If you aren't lucky enough to have data that is in that format, there are two shell scripts that can do this for you. One will iterate through your data directory and convert all files from to .wav, reduce to mono, and resample to 22050. To use:

./tools/fma_wav_full_converter.sh data/fma_small/ mp3

If you just want to mix to single channel and resample (you already have wav files):

./tools/fma_wav_resampler.sh data/fma_small/

Senseflosser

Once you've built your autoencoder (or maybe you brought your own), you can experiment with degrading some layers by running senseflosser:

python run_senseflosser.py --input data/fma_small/006/006329.wav --model models/15s_audio_autoencoder.h5 --action lapse --magnitude 0.05 --duration 30

This takes an input audio file, a pre-trained autoencoder, an action (here either "fog" or "lapse"), a magnitude (here 0.05), and a duration for the audio.
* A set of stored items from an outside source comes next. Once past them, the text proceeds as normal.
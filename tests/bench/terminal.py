"""At the terminal: what a person waits for, beside the loading of the libraries that any such program needs."""

from __future__ import annotations

from collections.abc import Iterator
from datetime import UTC, datetime

from tests.bench import labs
from tests.bench.line import Aim, Family, Line, ratio
from tests.bench.timing import Taken, by_turns, python, typed

ROUNDS = 21  # each takes tenths of a second, and a shared machine hesitates for as long
FEW, MANY = 60, 10_000
TYPER, FLOOR = "import typer", "import typer, sqlalchemy, numpy"
POINTS = ("0:0.1", "0.25uM:4.4", "0.5uM:8.7", "1uM:17.3", "2uM:34.8")
NOW = datetime(2035, 1, 1, tzinfo=UTC)  # behind the last event of either lab


def helping() -> Iterator[Line]:
    file = labs.lab_file(FEW)
    completing = ("-m", "electrolog.cli.completing", "--db", file, "check")
    taken = by_turns(
        {
            TYPER: python("-c", TYPER),
            "help": typed("--help"),
            "label": python(*completing, "P0"),
            "option": python(*completing, "--wa"),
        },
        ROUNDS,
    )
    for name, work in (("help", "--help"), ("label", "completion of a label"), ("option", "completion of an option")):
        yield ratio(work, TYPER, taken[name], taken[TYPER], 1.5)


def logging() -> Iterator[Line]:
    file = labs.copied(labs.lab_file(FEW), "logged.db")
    # A moment of its own each time would be as good; the same again is one more calibration of the same minute.
    words = ("calibrate", labs.first_probe(file), "interim", "DA", *POINTS, "--waveform", labs.WAVEFORM, "--yes")
    taken = by_turns({FLOOR: python("-c", FLOOR), "calibrate": typed("--db", file, *words)}, ROUNDS)
    yield ratio("calibrate: five points, journalled, answered", FLOOR, taken["calibrate"], taken[FLOOR], 1.5)


def asking() -> Iterator[Line]:
    works = {FLOOR: python("-c", FLOOR)}
    for size in (FEW, MANY):
        file = labs.lab_file(size)
        probe = labs.first_probe(file)
        works[f"check {size}"] = typed("--db", file, "check", probe, *labs.RUN)
        works[f"history {size}"] = typed("--db", file, "history", probe)
    taken = by_turns(works, ROUNDS)
    for name in ("check", "history"):
        few, many = taken[f"{name} {FEW}"], taken[f"{name} {MANY}"]
        yield ratio(f"{name}: one probe of {FEW}, kept fit", FLOOR, few, taken[FLOOR], 1.7)
        yield ratio(f"{name}: one probe of {MANY}, kept fit", FLOOR, many, taken[FLOOR], 1.7)
        yield ratio(f"{name}: one probe of {MANY}", f"of {FEW}", many, few, 1.1)


def ranking() -> Iterator[Line]:
    """The first asks for all forecasts anew and keeps them; after that they are only read."""
    file = labs.lab_file(MANY)
    cache = {"ELECTROLOG_CACHE": str(labs.scratch() / "cache")}
    shelf = typed("--db", file, "shelf", *labs.RUN, "--json", more=cache)
    taken = by_turns({FLOOR: python("-c", FLOOR), "shelf": shelf})
    yield _beyond(f"shelf of {MANY} probes with verdicts, forecasts kept", taken["shelf"], taken[FLOOR])


def _beyond(work: str, ours: Taken, floor: Taken) -> Line:
    return Line(work, FLOOR, ours, floor, ours.median_s - floor.median_s, Aim(2.0, "s beyond"))


FAMILIES = (
    Family("help", helping),
    Family("calibrate", logging),
    Family("check", asking, heavy=True),
    Family("shelf", ranking, heavy=True),
)
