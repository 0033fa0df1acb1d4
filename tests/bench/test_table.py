"""The table of the benchmark itself: turns taken, ratios formed, verdicts in words. Nothing is timed here."""

from __future__ import annotations

import json
from pathlib import Path

import pytest

from tests.bench import __main__ as bench
from tests.bench import table
from tests.bench.line import AT_LEAST, AT_MOST, Aim, Family, Line, left_out, ratio
from tests.bench.timing import Taken, by_turns, python

PEER = Taken((1.0, 9.0, 2.0))


def test_works_take_turns_and_the_first_round_is_not_counted() -> None:
    order: list[str] = []

    def work(name: str, seconds: float) -> float:
        order.append(name)
        return seconds * len(order)

    taken = by_turns({"ours": lambda: work("ours", 1.0), "peer": lambda: work("peer", 10.0)}, rounds=2)
    assert order == ["ours", "peer"] * 3
    assert taken["ours"].seconds == (3.0, 5.0)
    assert taken["peer"].seconds == (40.0, 60.0)


def test_a_work_that_does_not_time_itself_is_timed() -> None:
    (taken,) = by_turns({"ours": lambda: sum(range(1000))}, rounds=3).values()
    assert len(taken.seconds) == len(taken.processor_s) == 3
    assert min(taken.seconds) > 0


def test_a_busy_machine_is_seen_through_by_processor_time() -> None:
    ours, peer = Taken((9.0,), (2.0,)), Taken((1.0,), (1.0,))
    assert ratio("work", "peer", ours, peer, 1.5).by_processor_time == 2.0
    assert ratio("work", "peer", ours, peer, 1.5, AT_LEAST).by_processor_time == 0.5
    assert ratio("work", "peer", Taken((9.0,), (0.0,)), peer, 1.5).by_processor_time is None


@pytest.mark.parametrize(
    ("sense", "limit", "value", "verdict"),
    [(AT_MOST, 1.5, 1.5, "met"), (AT_MOST, 1.4, 1.5, "not met"), (AT_LEAST, 0.6, 2 / 3, "met")],
)
def test_the_ratio_is_of_medians_and_its_verdict_a_word(sense: str, limit: float, value: float, verdict: str) -> None:
    line = ratio("work", "peer", Taken((3.0, 2.0, 100.0)), PEER, limit, sense)
    assert line.value == pytest.approx(value)
    assert line.verdict == verdict
    assert verdict in table.markdown([line])


def test_what_is_left_out_says_why() -> None:
    line = left_out("fit", "lme4", Aim(1), "R isn't there")
    assert line.verdict == "left out"
    assert "left out: R isn't there" in table.markdown([line])


def test_the_same_stands_in_the_file(tmp_path: Path) -> None:
    path = tmp_path / "build" / "bench.json"
    lines = [ratio("work", "peer", Taken((3.0,)), PEER, 1.4), Line("size", "", None, None, 4.2, Aim(5, "MB"))]
    table.write_json(path, {"python": "3"}, lines)
    first, second = json.loads(path.read_text(encoding="utf-8"))["lines"]
    assert first["ours_s"] == [3.0]
    assert first["peer_s"] == [1.0, 9.0, 2.0]
    assert (first["value"], first["verdict"]) == (1.5, "not met")
    assert (second["aim"], second["value"], second["verdict"]) == ("≤ 5 MB", 4.2, "met")


def test_a_failing_family_leaves_the_others_their_lines(capsys: pytest.CaptureFixture[str]) -> None:
    def fails() -> None:
        raise RuntimeError("no such lab")

    line = left_out("fit", "lme4", Aim(1), "R isn't there")
    lines, failed = bench._measured([Family("broken", fails), Family("whole", lambda: iter([line]))])  # type: ignore[arg-type, return-value]
    assert lines == [line]
    assert failed
    assert "broken could not be measured: RuntimeError: no such lab" in capsys.readouterr().out


def test_a_command_that_fails_is_no_measurement() -> None:
    with pytest.raises(RuntimeError, match="ended with 3"):
        python("-c", "raise SystemExit(3)")()


def test_an_unknown_family_is_refused(capsys: pytest.CaptureFixture[str]) -> None:
    assert bench.main(["nonsense"]) == 2
    assert "nothing is called nonsense" in capsys.readouterr().out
Note that you can specify the duration to be longer than the inputs that the model was trained on, only if the autoencoder was trained with the --var-input option.

Based on experimentation, good values for magnitude are between 0.02 and 0.5. Values higher than 0.5 severely degrade the audio (which may be what you want!)

If you want to save your degraded model, add the --save-model option.

Web Frontend

You can run this tool as a web application for demonstration purposes. See flask for more information.

Using as a module

You can include Senseflosser as a module for your work.

git submodule add [email protected]:hyve9/senseflosser.git
git submodule update --init

Then in your code:

senseflosser_dir = (Path.cwd() / 'senseflosser/')
sys.path.append(str(senseflosser_dir))
from senseflosser.utils import run_senseflosser

<code...>

output_files = run_senseflosser(model_file, 
                     magnitude, 
                     action, 
                     input_file, 
                     output_dir, 
                     duration,
                     titrate,
                     save_model)

Acknowledgments

This project was built as a group project for the Spring '24 Deep Learning for Media class at NYU, and we had a lot of help from both faculty and colleagues in that class. Thanks, guys!

  • FMA Dataset: The autoencoders included in this repo were trained on (preprocessed) data from the FMA Dataset, and the two shell scripts mentioned above expect a similar directory structure. The FMA dataset is licensed under the MIT License.
  • Lightning AI: The Lightning Studio compute resource for this project was provided by Lightning AI.